One of the cases before the highest tribunal involves Leandro Andrade. He got hit with a 50-year-to-life sentence for shoplifting Kmart video tapes, like “Snow White” and “Free Willie,” valued at $153, years after his convictions for two home burglary offenses. Another target of the “three-strike” law is Gary Ewing. He got socked with a 25 years to life sentence for stealing three Callaway golf clubs worth $1,197. This, too, was years after his earlier convictions for robbery and burglary. The prosecutor in Ewing’s case could have elected to charge him with a misdemeanor, which would not have triggered the three-strikes law.
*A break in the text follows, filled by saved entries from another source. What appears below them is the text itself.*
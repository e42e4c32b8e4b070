"""The worst point against a lateral limit that varies with the longitudinal CG, worked by hand and told in
full.
"""

from dataclasses import replace
from fractions import Fraction

import pytest

from loads.balance.path import Knot, Path, Stretch, Turn
from loads.balance.path_across import (
    WorstAcross,
    courses_of,
    lateral_figure,
    moved,
    stays_across,
    worst_across,
)
from loads.balance.path_course import Moved, burned
from loads.balance.surd import Surd
from tests.pure.loads.hand import by_cg

F = Fraction
# From 2 in left to 2 in right at 10 in, to 3 in right at 20 in.
PLAIN = by_cg((10, -2), (10, 2), (20, 3), (20, -2))


def flown(top, bottom, start, end, bend=0, **more):
    """A stretch between two weights, with the (arm, lateral arm) at each."""
    ends = [
        Knot(F(weight), weight * F(along), weight * F(across))
        for weight, (along, across) in ((top, start), (bottom, end))
    ]
    return Stretch(more.pop("leg", "flight"), ("LEFT",), *ends, F(bend), **more)


def worst(limit, *stretches):
    return worst_across([burned(each) for each in stretches], limit)


def event(*knots, weight=80, swept=False, leg="flight"):
    made = tuple((Knot(F(weight), weight * F(x), weight * F(y)), {}) for x, y in knots)
    return Turn(leg, "the words", made, swept, F(55))


def test_what_a_limit_judges_is_the_arm_or_the_moment():
    assert lateral_figure(PLAIN, F(80), F(120)) == F(3, 2)
    assert lateral_figure(replace(PLAIN, gives="moment"), F(80), F(120)) == 120


def test_the_worst_point_is_told_with_the_stretch_of_the_limit_there():
    # 1 in right at 15 in: 1.5 in from the right edge; 1 in left: 1 in from the left one.
    stretch = flown(90, 60, (15, 1), (15, -1))

    found = worst(PLAIN, stretch)

    assert found == WorstAcross(PLAIN, stretch, stretch.end, F(-2), F(5, 2), F(1), False)
    assert found.figure == -1


@pytest.mark.parametrize(
    ("start", "end", "weight", "room", "right"),
    [
        ((15, 2), (15, 2), 90, F(1, 2), True),
        ((15, 1), (15, 2), 60, F(1, 2), True),
        ((15, F(5, 2)), (15, 2), 90, 0, True),
        ((15, 3), (15, 2), 90, F(-1, 2), True),
        ((15, -2), (15, 2), 90, 0, False),
        ((15, F(1, 4)), (15, F(1, 4)), 90, F(9, 4), False),  # as near to both: the left is named
        ((10, 2), (20, 3), 90, 0, True),
    ],
)
def test_of_equals_the_first_in_flight_counts(start, end, weight, room, right):
    found = worst(PLAIN, flown(90, 60, start, end))

    assert (found.knot.weight, found.room, found.right) == (weight, room, right)


def test_off_the_whole_limit_is_worse_than_any_other_and_the_farthest_counts():
    ahead, behind = flown(90, 60, (8, 0), (15, 0)), flown(50, 40, (15, 0), (24, 0))
    outside = flown(55, 52, (15, 9), (15, 9))

    first = worst(PLAIN, outside, ahead)
    farther = worst(PLAIN, ahead, behind, outside)

    assert first == WorstAcross(PLAIN, ahead, ahead.start, None, None, None, False)
    assert farther == WorstAcross(PLAIN, behind, behind.end, None, None, None, False)
    assert worst(PLAIN, behind, ahead).stretch is behind
    even = flown(90, 60, (6, 0), (15, 0))
    assert worst(PLAIN, even, behind).stretch is even


def test_a_bent_stretch_may_be_farthest_off_in_between():
    # The arm is W/4 + 900/W - 10 in: 22.5 in at both ends, 20 in at 60 lb; mirrored it is 17.5, 20, 17.5.
    near = by_cg((22, -2), (22, 2), (30, 2), (30, -2))
    stretch = flown(90, 40, (F(45, 2), 0), (F(45, 2), 0), bend=F(1, 4))

    found = worst(near, stretch)

    assert (found.knot.weight, found.room) == (60, None)
    beyond = by_cg((10, -2), (10, 2), (18, 2), (18, -2))
    mirrored = flown(90, 40, (F(35, 2), 0), (F(35, 2), 0), bend=F(-1, 4))
    found = worst(beyond, mirrored)
    assert (found.knot.weight, found.knot.moment, found.room) == (60, 1200, None)


def test_a_notch_is_met_at_its_corner_where_the_path_passes_it():
    # At 15 in the right edge comes down to 1 in.
    notched = by_cg((10, -2), (10, 3), (14, 3), (15, 1), (16, 3), (20, 3), (20, -2))
    # 13 in at 90 lb, 18 in at 60 lb: the moment is 900 + 3 W, so it is at 15 in at 75 lb.
    stretch = flown(90, 60, (13, F(1, 2)), (18, F(1, 2)))

    found = worst(notched, stretch)

    assert (found.knot.weight, found.room, found.right) == (75, F(1, 2), True)
    assert (found.low, found.high) == (-2, 1)


def test_a_slanted_edge_may_be_nearest_in_between_at_an_irrational_weight():
    # The moment is 900 + 5 W; the right edge 900 lb in and 10 more for each inch beyond 10.
    moments = by_cg((10, -900), (10, 900), (20, 1000), (20, -900), gives="moment")
    # 4 W + 500 lb in right: 900 + 10 (900/W - 5) - 4 W - 500 is 9000/W - 4 W + 350, least at 90 lb.
    stretch = Stretch("flight", ("LEFT",), Knot(F(90), F(1350), F(860)), Knot(F(60), F(1200), F(740)), F(0))
    falls = worst(moments, stretch)
    assert (falls.knot.weight, falls.room) == (90, 90)
    # 1000 - 4 W: 9000/W + 4 W - 150, least at sqrt(2250) lb, 2 sqrt(36000) - 150.
    dips = Stretch("flight", ("LEFT",), Knot(F(55), F(1175), F(780)), Knot(F(40), F(1100), F(840)), F(0))
    wide = by_cg((10, -900), (10, 900), (40, 1200), (40, -900), gives="moment")
    found = worst(wide, dips)
    dip = Surd(F(0), F(15), F(10))
    assert found.knot.weight == dip.floor(80)
    assert found.room == Surd(F(-150), F(120), F(10)).floor(80)
    assert found.right


def test_an_irrational_worst_point_that_is_outside_is_told_by_one_that_is_outside():
    # As above with 400 lb in more to the right: outside, least at sqrt(2250) lb.
    dips = Stretch("flight", ("LEFT",), Knot(F(55), F(1175), F(1180)), Knot(F(40), F(1100), F(1240)), F(0))
    wide = by_cg((10, -900), (10, 900), (40, 1200), (40, -900), gives="moment")

    found = worst(wide, dips)

    weight = found.knot.weight
    assert abs(weight - Surd(F(0), F(15), F(10)).floor(80)) <= F(1, 2**78)
    assert found.room == Surd(F(-550), F(120), F(10)).floor(80)
    assert found.figure == found.knot.lateral_moment > found.high
    assert found.knot == dips.at(weight)


def test_between_two_pieces_the_worst_is_half_way():
    forked = by_cg((10, -4), (10, 4), (30, 4), (30, 1), (15, 1), (15, -1), (30, -1), (30, -4))

    found = worst(forked, flown(90, 60, (20, -2), (20, 2)))

    # The lateral arm passes 0 where both pieces are 1 in away.
    assert (found.figure, found.room) == (0, -1)
    inside = worst(forked, flown(90, 60, (20, 2), (20, 3)))
    assert (inside.low, inside.high, inside.room) == (1, 4, 1)


def test_at_the_very_arm_of_a_corner_what_both_sides_leave_counts():
    stepped = by_cg((10, -2), (10, 2), (20, 2), (20, 4), (30, 4), (30, -2))

    on = worst(stepped, flown(90, 60, (20, 3), (20, 3)))

    assert (on.low, on.high, on.room, on.right) == (-2, 4, 1, True)
    assert worst(stepped, flown(90, 60, (19, 3), (19, 3))).room == -1


def test_a_path_stays_inside_a_limit_or_does_not():
    def stays(*stretches):
        return stays_across([burned(each) for each in stretches], PLAIN)

    inside, on = flown(90, 60, (15, 1), (15, 1)), flown(90, 60, (10, 2), (20, 3))
    assert stays(inside, on)
    assert not stays(inside, flown(90, 60, (15, 1), (15, F(251, 100))))
    assert not stays(flown(90, 60, (15, 1), (F(201, 10), 1)), inside)
    assert stays()


def test_without_a_part_there_is_no_worst_point():
    assert worst_across([], PLAIN) is None


def test_an_event_is_points_and_a_transfer_what_it_goes_through():
    def part(m0, m1, m2, v0, v1):
        return Moved("flight", "the words", F(80), *map(F, (m0, m1, m2, v0, v1)), F(55))

    assert moved(event((1, 2), (3, 4))) == [part(80, 0, 0, 160, 0), part(240, 0, 0, 320, 0)]
    # From 1 over 4 to 3 in, the half told: 80 + b + c at all of it, 80 + b/2 + c/4 = 320 at the half.
    swept = event((1, 0), (4, -1), (3, -2), swept=True)
    assert moved(swept) == [part(80, 800, -640, 0, -160)]
    two = moved(event((1, 0), (2, 0), (3, 0), (4, 1), (5, 2), swept=True))
    assert two == [part(80, 160, 0, 0, 0), part(240, 160, 0, 0, 160)]
    # With a point that is not known what is known is judged point by point.
    assert len(moved(event((1, 0), (3, 0), swept=True))) == 2


def test_the_courses_of_some_legs_are_stretches_settings_and_events():
    trip, taxi = flown(90, 60, (15, 1), (15, 1)), flown(95, 90, (15, 1), (15, 1), leg="taxi")
    path = Path((taxi, trip), (), F(6), (event((15, 2), leg="reserve"), event((15, 1))), (trip, taxi))

    assert [each.stretch.leg for each in courses_of(path, ("flight",))] == ["flight", "flight", "flight"]
    assert courses_of(path, ("taxi",)) == [burned(taxi), burned(taxi)]
    (point,) = courses_of(path, ("reserve",))
    assert point.stretch.start.lateral_moment == 160
    assert courses_of(path, ()) == []


def test_an_event_at_one_weight_is_judged_where_it_is():
    found = worst_across(moved(event((15, 1), (15, 2))), PLAIN)

    assert (found.room, found.right, found.stretch.setting, found.knot.lateral_moment) == (
        F(1, 2),
        True,
        "the words",
        160,
    )
    off = worst_across(moved(event((15, 1), (21, 0))), PLAIN)
    assert (off.room, off.knot.moment) == (None, 1680)


def test_a_transfer_is_worst_where_its_margin_turns():
    # The arm goes 12 + 12 V - 12 V**2: 12, 15 at the half, 12; with 2 in right 2.2 - 2 at the ends.
    found = worst_across(moved(event((12, 2), (15, 2), (12, 2), swept=True)), PLAIN)
    assert (found.room, found.knot.moment) == (F(1, 5), 960)
    # The other way it comes forward to 11 in at the half: 0.1 in is left there.
    dips = worst_across(moved(event((14, 2), (11, 2), (14, 2), swept=True)), PLAIN)
    assert (dips.room, dips.knot.moment) == (F(1, 10), 880)
    assert (dips.low, dips.high, dips.right) == (-2, F(21, 10), True)
    # And off the limit it is farthest at the half.
    off = worst_across(moved(event((11, 2), (8, 2), (11, 2), swept=True)), PLAIN)
    assert (off.room, off.knot.moment) == (None, 640)


# The arm W/4 + 900/W - 10 passes 21 in at 62 - 2 sqrt(61) lb, some 46.4, on the way from 60 to 40 lb.
PASSED = Surd(F(62), F(-2), F(61)).floor(80)


def passing(start, end):
    """The stretch with these lateral moments."""
    knots = Knot(F(60), F(1200), F(start)), Knot(F(40), F(900), F(end))
    return Stretch("flight", ("LEFT",), *knots, F(1, 4))


def test_at_an_irrational_weight_where_the_narrower_part_ends_the_point_lies_within_that_part():
    # The lateral arm is 360 / W - 6: 1.76 in there, of 2 in up to 21 in and of 4 in beyond.
    widens = by_cg((15, -2), (15, 2), (21, 2), (21, 4), (30, 4), (30, -2))

    found = worst(widens, passing(0, 120))

    assert found.knot.weight == PASSED + F(1, 2**80)
    assert found.room == Surd(F(9, 5), F(-1, 5), F(61)).floor(80)
    assert (found.low, found.high, found.right) == (-2, 2, True)
    # 480 / W - 8 is 2.35 in there: outside, and so is the point that is told.
    out = worst(widens, passing(0, 160))
    assert (out.knot.weight, out.high) == (PASSED + F(1, 2**80), 2)
    assert out.figure > 2
    assert out.room == Surd(F(26, 15), F(-4, 15), F(61)).floor(80)


def test_at_an_irrational_weight_where_the_narrower_part_begins_the_point_lies_within_that_part():
    # The lateral arm is 12 - 480 / W: 1.65 in there, of 6 in up to 21 in and of 2 in beyond.
    narrows = by_cg((15, -2), (15, 6), (21, 6), (21, 2), (30, 2), (30, -2))

    found = worst(narrows, passing(240, 0))

    assert (found.knot.weight, found.high, found.right) == (PASSED, 2, True)
    assert found.room == Surd(F(-26, 15), F(4, 15), F(61)).floor(80)


def test_the_ends_of_a_limit_that_leans_on_both_sides_are_told_where_the_point_is():
    leaning = by_cg((10, -2), (10, 2), (20, 3), (20, -3))

    found = worst(leaning, flown(90, 60, (15, -2), (15, -2)))

    assert (found.low, found.high, found.room, found.right) == (F(-5, 2), F(5, 2), F(1, 2), False)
Instead, the D.A. decided to charge him with a felony.
The U.S. 9th Circuit agreed with Andrade that his sentence was unconstitutional, but affirmed Ewing’s conviction. Unfortunately, for both defendants, the Supreme Court, under strict constructionist Chief Justice William H. Rehnquist, tends to defer to the wisdom of state legislatures, when dealing with the appropriateness of the punishment for crimes committed under their laws.
Much as I appreciate your comment, this comes dangerously close to a soap box comment, which is something that I strongly urge you to avoid. As much as you might want to use the opportunity to espouse a lengthy position, I would appreciate your sticking to the subject of the post.